■ WHAT THE TASK ASKS ■
Below are the records; copy each line in which "node" can be found.

= = = =

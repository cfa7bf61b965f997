/**
 * The argument layer every command shares: usage errors exit 2 with the
 * command's usage line and one "pinchoff <cmd>:" prefix, never a stack trace;
 * help and version on every command; the usage line lists every option.
 */
import { mkdtempSync, rmSync, writeFileSync } from "node:fs";
import { tmpdir } from "node:os";
import { join } from "node:path";
import { describe, expect, it } from "vitest";
import { helpText, parseCommand, usageLine, UsageError, type CommandSpec } from "../lib/cli/args.js";
import { cli, commands } from "../lib/cli/main.js";
import { toolVersion } from "../lib/runner/paths.js";
import { captureCli } from "./support/cli.js";

const run = (argv: string[]) => captureCli(cli, argv);

async function specOf(name: string): Promise<CommandSpec> {
  const m = (await commands[name]!.load()) as unknown as { command: CommandSpec };
  return m.command;
}

describe("command-line arguments", () => {
  it("turns unknown options and missing values into usage errors (exit 2, one prefix, the usage line)", async () => {
    const cases: [string[], RegExp][] = [
      [["run", "x.ipynb", "--foo"], /^pinchoff run: Unknown option '--foo'/],
      [["run", "x.ipynb", "--set"], /^pinchoff run: Option '--set <value>' argument missing/],
      [["run", "x.ipynb", "--set", "--out", "d"], /^pinchoff run: Option '--set' argument is ambiguous/],
      [["new", "--bogus"], /^pinchoff new: Unknown option '--bogus'/],
      [["list", "--x"], /^pinchoff list: Unknown option '--x'/],
      [["kernel", "--x"], /^pinchoff kernel: Unknown option '--x'/],
      [["notebook", "--port"], /^pinchoff notebook: Option '--port <value>' argument missing/],
      [["demo", "--fast"], /^pinchoff demo: Unknown option '--fast'/],
      [["op", "d.json", "--record"], /^pinchoff op: Option '--record <value>' argument missing/],
      [["op", "d.json", "--force=yes"], /^pinchoff op: Option '--force' does not take an argument/],
    ];
    for (const [argv, message] of cases) {
      const r = await run(argv);
      expect(r.code, argv.join(" ")).toBe(2);
      expect(r.err).toMatch(message);
      expect(r.err).not.toMatch(/pinchoff \w+: pinchoff/);
      expect(r.err).not.toMatch(/\n\s+at /); // no stack trace
      expect(r.err).toContain(usageLine(await specOf(argv[0]!)));
    }
  });

  it("refuses the wrong number of arguments for each command with exit 2", async () => {
    const cases: [string[], RegExp][] = [
      [["run"], /^pinchoff run: expected one argument \(<notebook\.ipynb>\), got 0\n/],
      [["run", "a.ipynb", "b.ipynb"], /^pinchoff run: expected one argument .*got 2: "a\.ipynb" "b\.ipynb"/],
      [["new", "cs-nmos"], /^pinchoff new: expected 2 arguments \(<template> <path\.ipynb>\), got 1/],
      [["list", "extra"], /^pinchoff list: expected no arguments, got 1: "extra"/],
      [["kernel", "x"], /^pinchoff kernel: expected no arguments/],
      [["op"], /^pinchoff op: expected one argument \(<design\.json>\), got 0/],
    ];
    for (const [argv, message] of cases) {
      const r = await run(argv);
      expect(r.code, argv.join(" ")).toBe(2);
      expect(r.err).toMatch(message);
    }
  });

  it("answers --version and --help on every command and at the top, exit 0", async () => {
    const version = toolVersion();
    expect(version).toMatch(/^pinchoff \d+\.\d+\.\d+/);
    expect(await run(["--version"])).toMatchObject({ code: 0, out: version });
    const top = await run(["--help"]);
    expect(top.code).toBe(0);
    const columns = new Set<number>();
    for (const name of Object.keys(commands)) {
      // the name stands apart from its summary (two spaces at least), and every summary starts in one column
      const line = top.out.split("\n").find((l) => l.startsWith(`  ${name} `));
      expect(line).toMatch(new RegExp(`^  ${name} {2,}\\S`));
      columns.add(line!.length - line!.slice(2 + name.length).trimStart().length);
      expect(await run([name, "--version"])).toMatchObject({ code: 0, out: version });
      const help = await run([name, "-h"]);
      expect(help.code).toBe(0);
      const spec = await specOf(name);
      expect(help.out).toBe(helpText(spec));
      expect(help.out).toContain("Exit status: 0");
      // The usage line lists every declared option, and the table explains each.
      for (const [opt, o] of Object.entries(spec.options)) {
        expect(usageLine(spec)).toContain(`--${opt}${o.kind === "value" ? ` ${o.placeholder}` : ""}`);
        expect(help.out).toMatch(new RegExp(`^  --${opt}\\b`, "m"));
      }
      expect(usageLine(spec)).toContain("[-h|--help] [--version]");
    }
    expect(columns.size).toBe(1);
  });

  it("prints a file or design error once, prefixed by the command, exit 1", async () => {
    const dir = mkdtempSync(join(tmpdir(), "pinchoff-args-"));
    try {
      const existing = join(dir, "mine.ipynb");
      writeFileSync(existing, "{}");
      const name = (await run(["list"])).out.split("\n")[0]!.split(" ")[0]!;
      const r = await run(["new", name, existing]);
      expect(r.code).toBe(1);
      expect(r.err).toBe(`pinchoff new: ${existing}: already exists; it was left untouched (use --force to replace it)`);
      const noFolder = await run(["notebook", join(dir, "no-such-folder")]);
      expect(noFolder.code).toBe(1);
      expect(noFolder.err.match(/pinchoff notebook:/g)).toHaveLength(1);
      const missing = await run(["run", join(dir, "none.ipynb")]);
      expect(missing.code).toBe(1);
      expect(missing.err).toMatch(/^pinchoff run: (?!pinchoff)/);
      expect(missing.err.match(/pinchoff run:/g)).toHaveLength(1);
    } finally {
      rmSync(dir, { recursive: true, force: true });
    }
  });

  it("says so when no command or an unknown command is given (exit 2)", async () => {
    const none = await run([]);
    expect(none.code).toBe(2);
    expect(none.err).toMatch(/^pinchoff: no command given/);
    const unknown = await run(["toString"]); // not an inherited property either
    expect(unknown.code).toBe(2);
    expect(unknown.err).toMatch(/^pinchoff: unknown command "toString"/);
  });

  it("types values from the declaration and keeps repeated values in order", () => {
    const spec = {
      name: "t",
      positionals: [{ name: "a" }, { name: "b", optional: true }],
      options: { set: { kind: "value", repeatable: true, placeholder: "K=V", help: "x" }, flag: { kind: "flag", short: "f", help: "y" } },
      description: "test command",
    } as const satisfies CommandSpec;
    const p = parseCommand(spec, ["one", "--set", "a=1", "-f", "--set=b=2"]);
    if (typeof p === "string") throw new Error("expected values");
    const set: string[] | undefined = p.values.set;
    const flag: boolean | undefined = p.values.flag;
    expect({ set, flag, positionals: p.positionals }).toEqual({ set: ["a=1", "b=2"], flag: true, positionals: ["one"] });
    expect(usageLine(spec)).toBe("usage: pinchoff t <a> [<b>] [--set K=V ...] [-f|--flag] [-h|--help] [--version]");
    expect(() => parseCommand(spec, [])).toThrow(UsageError);
    expect(() => parseCommand(spec, [])).toThrow(/expected 1 to 2 arguments/);
    // Help and version are answered even when the arguments are incomplete.
    expect(parseCommand(spec, ["--help"])).toBe("help");
    expect(parseCommand(spec, ["--version"])).toBe("version");
  });
});
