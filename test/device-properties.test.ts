/** Property tests of the square-law model (fast-check, seeded). */
import fc from "fast-check";
import { describe, expect, it } from "vitest";
import { amperesPerVoltSquared, device, drainCurrent, meters, perVolt, smallSignal, sqrtVolts, volts, type ClmMode, type Device, type DeviceCard } from "../lib/index.js";

/** Random invented NMOS card and its PMOS twin (same parameters, mirrored threshold sign). */
const twins = fc
  .record({
    vt0: fc.double({ min: -0.5, max: 1.2, noNaN: true }),
    kp: fc.double({ min: 1e-6, max: 1e-3, noNaN: true }),
    lambda: fc.double({ min: 0, max: 0.2, noNaN: true }),
    gamma: fc.double({ min: 0, max: 1, noNaN: true }),
    phi: fc.double({ min: 0.4, max: 1, noNaN: true }),
    w: fc.double({ min: 0.2e-6, max: 1e-3, noNaN: true }),
    l: fc.double({ min: 0.1e-6, max: 20e-6, noNaN: true }),
  })
  .map((r) => {
    const common = { kp: amperesPerVoltSquared(r.kp), lambda: perVolt(r.lambda), gamma: sqrtVolts(r.gamma), phi: volts(r.phi) };
    const nCard: DeviceCard = { name: "twin-n", polarity: "nmos", vt0: volts(r.vt0), ...common };
    const pCard: DeviceCard = { name: "twin-p", polarity: "pmos", vt0: volts(-r.vt0), ...common };
    return { n: device(nCard, meters(r.w), meters(r.l)), p: device(pCard, meters(r.w), meters(r.l)) };
  });

const v = (min: number, max: number) => fc.double({ min, max, noNaN: true });
const clm = fc.constantFrom<ClmMode>("continuous", "saturation-only");
const runs = { seed: 42, numRuns: 400 };

describe("square-law model properties", () => {
  it("ID is non-decreasing in VGS (NMOS, VDS ≥ 0) and |ID| in |VGS| (PMOS)", () => {
    fc.assert(
      fc.property(twins, v(-2, 4), v(0, 2), v(0, 4), v(0, 3), clm, ({ n, p }, vgs, dv, vds, vsb, mode) => {
        expect(drainCurrent(n, vgs + dv, vds, vsb, mode)).toBeGreaterThanOrEqual(drainCurrent(n, vgs, vds, vsb, mode));
        expect(-drainCurrent(p, -(vgs + dv), -vds, -vsb, mode)).toBeGreaterThanOrEqual(-drainCurrent(p, -vgs, -vds, -vsb, mode));
      }),
      runs,
    );
  });
  it("ID is non-decreasing in VDS for VDS ≥ 0, across the triode/saturation edge, in both CLM modes", () => {
    fc.assert(
      fc.property(twins, v(-2, 4), v(0, 4), v(0, 2), v(0, 3), clm, ({ n }, vgs, vds, dv, vsb, mode) => {
        expect(drainCurrent(n, vgs, vds + dv, vsb, mode)).toBeGreaterThanOrEqual(drainCurrent(n, vgs, vds, vsb, mode));
      }),
      runs,
    );
  });
  it("a PMOS with mirrored voltages carries −ID of its NMOS twin, with the same gm, gds and gmb", () => {
    fc.assert(
      fc.property(twins, v(-3, 4), v(-4, 4), v(-0.3, 3), ({ n, p }: { n: Device; p: Device }, vgs, vds, vsb) => {
        const idN = drainCurrent(n, vgs, vds, vsb);
        expect(drainCurrent(p, -vgs, -vds, -vsb) + idN).toBe(0);
        const a = smallSignal(n, { vgs: volts(vgs), vds: volts(vds), vsb: volts(vsb) });
        const b = smallSignal(p, { vgs: volts(-vgs), vds: volts(-vds), vsb: volts(-vsb) });
        expect([b.op.region, b.gm, b.gds, b.gmb]).toEqual([a.op.region, a.gm, a.gds, a.gmb]);
      }),
      runs,
    );
  });
  it("drain and source are interchangeable: ID(VGS, VDS, VSB) = −ID(VGD, VSD, VDB) (symmetric Level 1 device)", () => {
    fc.assert(
      fc.property(twins, v(-2, 4), v(-3, 3), v(0, 2), ({ n }, vgs, vds, vsb) => {
        const forward = drainCurrent(n, vgs, vds, vsb);
        const swapped = drainCurrent(n, vgs - vds, -vds, vsb + vds);
        expect(Math.abs(forward + swapped)).toBeLessThanOrEqual(1e-12 * Math.abs(forward) + 1e-20) // 1e-20 A: rounding of VGS − VDS, far below any current of interest;
      }),
      runs,
    );
  });
});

= = = =

■ ANSWER TO THE EXERCISE ■
import { mkdtempSync, rmSync, writeFileSync } from "node:fs";
import { tmpdir } from "node:os";
import { join } from "node:path";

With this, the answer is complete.